_EXERCISE_
Lines holding the word "short" are the ones to copy from the data below.

(Stored data)
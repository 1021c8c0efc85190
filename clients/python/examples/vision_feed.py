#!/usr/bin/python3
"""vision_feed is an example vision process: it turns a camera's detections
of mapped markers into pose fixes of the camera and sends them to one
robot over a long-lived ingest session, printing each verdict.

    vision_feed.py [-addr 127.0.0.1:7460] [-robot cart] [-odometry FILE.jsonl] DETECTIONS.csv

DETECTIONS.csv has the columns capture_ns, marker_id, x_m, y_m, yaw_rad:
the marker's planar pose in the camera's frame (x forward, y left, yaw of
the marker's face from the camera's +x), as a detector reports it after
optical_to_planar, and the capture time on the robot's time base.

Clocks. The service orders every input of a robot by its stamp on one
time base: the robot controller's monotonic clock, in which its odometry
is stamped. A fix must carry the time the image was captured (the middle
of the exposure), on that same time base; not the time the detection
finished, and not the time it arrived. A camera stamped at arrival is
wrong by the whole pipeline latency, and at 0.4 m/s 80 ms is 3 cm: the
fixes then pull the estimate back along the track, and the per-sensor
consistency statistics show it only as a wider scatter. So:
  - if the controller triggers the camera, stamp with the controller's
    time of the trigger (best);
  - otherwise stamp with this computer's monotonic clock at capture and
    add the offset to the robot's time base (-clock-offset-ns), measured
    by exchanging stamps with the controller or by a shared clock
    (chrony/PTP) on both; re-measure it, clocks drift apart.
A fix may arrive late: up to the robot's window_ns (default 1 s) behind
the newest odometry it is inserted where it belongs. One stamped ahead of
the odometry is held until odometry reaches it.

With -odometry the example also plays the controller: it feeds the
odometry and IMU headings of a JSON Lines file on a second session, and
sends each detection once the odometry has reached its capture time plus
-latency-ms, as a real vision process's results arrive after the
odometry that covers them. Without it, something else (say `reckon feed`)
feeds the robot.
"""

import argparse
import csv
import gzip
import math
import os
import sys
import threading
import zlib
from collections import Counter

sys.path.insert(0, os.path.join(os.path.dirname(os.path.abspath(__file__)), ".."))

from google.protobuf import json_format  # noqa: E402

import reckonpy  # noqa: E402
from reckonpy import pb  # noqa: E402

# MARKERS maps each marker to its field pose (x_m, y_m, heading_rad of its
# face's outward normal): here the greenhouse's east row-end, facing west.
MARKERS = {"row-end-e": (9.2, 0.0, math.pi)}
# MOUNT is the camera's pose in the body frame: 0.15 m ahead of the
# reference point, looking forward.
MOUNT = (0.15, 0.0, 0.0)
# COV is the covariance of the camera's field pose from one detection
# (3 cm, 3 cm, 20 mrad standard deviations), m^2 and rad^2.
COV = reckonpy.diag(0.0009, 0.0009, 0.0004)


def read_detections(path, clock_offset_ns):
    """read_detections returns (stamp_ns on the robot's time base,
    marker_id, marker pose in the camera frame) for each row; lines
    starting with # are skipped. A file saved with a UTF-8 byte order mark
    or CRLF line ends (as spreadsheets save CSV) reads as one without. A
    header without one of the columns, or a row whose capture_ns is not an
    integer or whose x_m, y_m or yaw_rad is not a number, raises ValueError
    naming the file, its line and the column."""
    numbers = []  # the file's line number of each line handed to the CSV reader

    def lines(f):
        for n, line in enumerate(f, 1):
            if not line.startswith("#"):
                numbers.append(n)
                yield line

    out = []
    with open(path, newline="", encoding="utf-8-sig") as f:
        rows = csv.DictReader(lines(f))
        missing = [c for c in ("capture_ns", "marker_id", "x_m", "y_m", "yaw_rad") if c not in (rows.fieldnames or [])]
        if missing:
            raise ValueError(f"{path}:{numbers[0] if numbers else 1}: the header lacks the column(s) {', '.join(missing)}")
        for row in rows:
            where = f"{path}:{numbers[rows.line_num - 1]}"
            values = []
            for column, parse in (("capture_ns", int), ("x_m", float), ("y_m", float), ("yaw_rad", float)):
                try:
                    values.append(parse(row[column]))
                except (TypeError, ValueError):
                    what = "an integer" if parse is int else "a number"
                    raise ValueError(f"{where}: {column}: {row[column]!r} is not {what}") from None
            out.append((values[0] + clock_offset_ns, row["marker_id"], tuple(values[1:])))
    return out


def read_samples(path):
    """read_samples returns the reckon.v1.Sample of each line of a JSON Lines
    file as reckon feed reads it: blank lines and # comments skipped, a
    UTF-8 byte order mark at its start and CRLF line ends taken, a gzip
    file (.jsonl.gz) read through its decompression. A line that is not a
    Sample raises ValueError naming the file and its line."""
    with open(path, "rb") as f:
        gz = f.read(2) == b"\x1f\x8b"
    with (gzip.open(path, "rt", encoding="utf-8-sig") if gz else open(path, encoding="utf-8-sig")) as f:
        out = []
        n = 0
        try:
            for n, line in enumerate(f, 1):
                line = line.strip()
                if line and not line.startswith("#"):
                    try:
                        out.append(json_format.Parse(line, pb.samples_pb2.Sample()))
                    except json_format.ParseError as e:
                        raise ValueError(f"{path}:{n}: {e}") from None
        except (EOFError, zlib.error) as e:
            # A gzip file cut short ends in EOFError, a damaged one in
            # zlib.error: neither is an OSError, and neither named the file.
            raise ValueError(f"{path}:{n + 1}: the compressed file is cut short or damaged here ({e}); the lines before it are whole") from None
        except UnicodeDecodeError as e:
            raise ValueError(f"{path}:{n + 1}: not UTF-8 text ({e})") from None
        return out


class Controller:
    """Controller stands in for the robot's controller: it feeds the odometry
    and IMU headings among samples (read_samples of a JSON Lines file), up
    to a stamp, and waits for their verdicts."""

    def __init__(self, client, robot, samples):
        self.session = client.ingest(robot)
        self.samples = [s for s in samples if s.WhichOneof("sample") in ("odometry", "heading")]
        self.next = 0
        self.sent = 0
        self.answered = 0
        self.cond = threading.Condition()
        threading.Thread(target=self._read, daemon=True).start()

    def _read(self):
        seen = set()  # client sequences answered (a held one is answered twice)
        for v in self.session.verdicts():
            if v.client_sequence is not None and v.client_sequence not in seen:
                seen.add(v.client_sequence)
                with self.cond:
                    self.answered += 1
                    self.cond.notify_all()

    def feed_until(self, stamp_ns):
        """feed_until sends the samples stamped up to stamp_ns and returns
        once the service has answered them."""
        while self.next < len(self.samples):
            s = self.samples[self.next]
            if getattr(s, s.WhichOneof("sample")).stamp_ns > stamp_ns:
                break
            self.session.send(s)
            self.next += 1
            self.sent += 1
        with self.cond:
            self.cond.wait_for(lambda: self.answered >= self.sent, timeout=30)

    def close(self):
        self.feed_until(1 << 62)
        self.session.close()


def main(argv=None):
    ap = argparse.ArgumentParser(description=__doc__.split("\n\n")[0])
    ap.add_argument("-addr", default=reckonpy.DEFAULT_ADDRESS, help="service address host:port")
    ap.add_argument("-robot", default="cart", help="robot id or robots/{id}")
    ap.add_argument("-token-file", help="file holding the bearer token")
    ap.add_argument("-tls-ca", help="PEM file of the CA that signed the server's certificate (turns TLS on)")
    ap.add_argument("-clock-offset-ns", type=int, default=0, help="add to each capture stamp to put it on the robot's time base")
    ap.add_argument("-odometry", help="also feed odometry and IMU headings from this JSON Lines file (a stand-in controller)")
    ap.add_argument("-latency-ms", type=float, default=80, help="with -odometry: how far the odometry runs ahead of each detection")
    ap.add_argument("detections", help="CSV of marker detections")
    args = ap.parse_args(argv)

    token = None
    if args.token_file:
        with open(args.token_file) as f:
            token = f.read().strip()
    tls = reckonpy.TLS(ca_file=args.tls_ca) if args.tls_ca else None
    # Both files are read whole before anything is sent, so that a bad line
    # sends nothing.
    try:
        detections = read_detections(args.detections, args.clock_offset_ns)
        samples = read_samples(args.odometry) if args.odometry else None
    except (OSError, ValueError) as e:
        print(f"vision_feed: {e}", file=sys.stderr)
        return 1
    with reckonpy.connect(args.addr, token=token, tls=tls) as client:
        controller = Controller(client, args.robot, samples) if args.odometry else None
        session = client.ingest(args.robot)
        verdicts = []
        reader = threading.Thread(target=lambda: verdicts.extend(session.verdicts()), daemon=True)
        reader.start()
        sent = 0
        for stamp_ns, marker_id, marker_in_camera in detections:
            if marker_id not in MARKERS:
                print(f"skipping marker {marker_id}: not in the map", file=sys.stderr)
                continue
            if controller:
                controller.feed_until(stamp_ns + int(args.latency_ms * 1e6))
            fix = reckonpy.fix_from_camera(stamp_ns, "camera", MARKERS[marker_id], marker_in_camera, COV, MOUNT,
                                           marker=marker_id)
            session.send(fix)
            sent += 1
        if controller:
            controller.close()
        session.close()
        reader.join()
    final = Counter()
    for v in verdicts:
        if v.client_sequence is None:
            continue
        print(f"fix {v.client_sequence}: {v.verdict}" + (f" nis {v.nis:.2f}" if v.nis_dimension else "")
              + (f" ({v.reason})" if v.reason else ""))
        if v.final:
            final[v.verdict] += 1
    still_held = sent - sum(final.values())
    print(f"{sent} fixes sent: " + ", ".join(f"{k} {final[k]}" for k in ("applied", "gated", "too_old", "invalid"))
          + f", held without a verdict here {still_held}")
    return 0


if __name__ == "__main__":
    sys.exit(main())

_TASK SOLUTION_
            # A gzip file cut short ends in EOFError, a damaged one in
            raise ValueError(f"{path}:{n + 1}: the compressed file is cut short or damaged here ({e}); the lines before it are whole") from None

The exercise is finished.